Auch heute haben die Zugewanderten in Österreich und insbesondere in Wien ihre Communitys. Sie sind für Neuankömmlinge lebenswichtig. Wer sonst als Landsleute, die schon länger hier sind, können den Neuen die hiesigen Sitten und Gebräuche erklären? In einem Land, in dem alles fremd ist, bieten die Parallelgesellschaften eine Art Heimat in der Fremde. Sie sorgen dafür, dass man irgendwo das gewohnte Essen bekommen und sich in der Muttersprache unterhalten kann.

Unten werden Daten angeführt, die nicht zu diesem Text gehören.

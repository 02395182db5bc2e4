"""Who holds a series: the rules of taking a lease, whatever keeps it."""

from __future__ import annotations

import time
from collections.abc import Callable
from dataclasses import dataclass
from datetime import datetime

from fleetcount import host
from fleetcount.errors import HeldError
from fleetcount.ledger.store import Holder, Lease

POLL_SECONDS = 0.2


@dataclass(frozen=True)
class Held:
    """A lease that another has."""

    holder: Holder
    ends: int


def this_process() -> Holder:
    """The holder that this process would be."""
    pid, started = host.this_process()
    return Holder(host.machine_name(), host.boot_id(), pid, started)


def is_gone(holder: Holder, machine: str, boot: str) -> bool:
    """Whether the holder is known, by one who runs on `machine` and `boot`, to run no more."""
    return (holder.machine, holder.boot) == (machine, boot) and host.is_gone(holder.pid, holder.started)


def can_take(held: Held, newcomer: Holder, now: int) -> bool:
    """Whether a newcomer may take over a lease at this time (microseconds UTC)."""
    return held.ends <= now or is_gone(held.holder, newcomer.machine, newcomer.boot)


def take(attempt: Callable[[], Lease | Held], series: str, wait: float) -> Lease:
    """Attempt until the lease is taken, or is seen to be renewed and `wait` seconds are over."""
    begin = time.monotonic()
    first: Held | None = None
    while True:
        got = attempt()
        if isinstance(got, Lease):
            return got
        first = first or got
        if got != first and time.monotonic() - begin >= wait:
            raise held_error(series, got.holder, got.ends)
        time.sleep(POLL_SECONDS)


def held_error(series: str, holder: Holder, ends: int) -> HeldError:
    """The error that says who holds a series and until when."""
    until = datetime.fromtimestamp(ends / 1e6).astimezone().strftime("%H:%M:%S %Z")
    return HeldError(
        f"process {holder.pid} on {holder.machine} is counting it and holds it until {until}, "
        "longer if it goes on",
        where=f"series {series[:12]}",
        mend="wait for it (--wait), or stop that process",
    )


def lost_error(series: str, holder: Holder | None) -> HeldError:
    """The error of one who writes with a lease that is not his any more."""
    by = f"process {holder.pid} on {holder.machine} holds it now" if holder else "it was given up"
    return HeldError(
        f"this process does not hold it any more: {by}",
        where=f"series {series[:12]}",
        mend="what was accepted is safe; start again to go on",
    )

Und die Moscheen und Gotteshäuser sind ebenfalls ein wichtiges Stück Zuhause. Wenigstens beim Beten möchte man sich nicht als Fremder fühlen.

Und wo ist die Grenze zwischen akzeptabler und nicht akzeptabler Parallelgesellschaft? Da spricht das Gesetz eine deutliche Sprache. Gewalt ist out. Mädchen müssen in die Schule gehen und dürfen nicht zwangsverheiratet werden. Wer einen Job will, muss die Landessprache lernen. Aber beim Kopftuch ist die Mehrheitsgesellschaft zur Toleranz aufgerufen. Und auch die oft gehörte Klage, man höre in der U-Bahn kein deutsches Wort mehr, geht ins Leere. Damit müssen wir leben.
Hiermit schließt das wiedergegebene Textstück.